§ Your objective
For each line in the data below, write an exact copy.

Material supplied START

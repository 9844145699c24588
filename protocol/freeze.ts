/**
 * Freezes plain data all the way down, so that what was checked stays what it was. Bytes stay writable: the language
 * cannot freeze them.
 */
export const deepFreeze = <T>(value: T): T => {
  if (typeof value !== 'object' || value === null || ArrayBuffer.isView(value) || Object.isFrozen(value)) return value;
  for (const inner of Object.values(value)) deepFreeze(inner);
  return Object.freeze(value);
};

Material supplied END

§ Reply
repository 9844145699c24588
filename protocol/freeze.ts
/**
 * Freezes plain data all the way down, so that what was checked stays what it was. Bytes stay writable: the language
 * cannot freeze them.
 */
export const deepFreeze = <T>(value: T): T => {
  if (typeof value !== 'object' || value === null || ArrayBuffer.isView(value) || Object.isFrozen(value)) return value;
  for (const inner of Object.values(value)) deepFreeze(inner);
  return Object.freeze(value);
};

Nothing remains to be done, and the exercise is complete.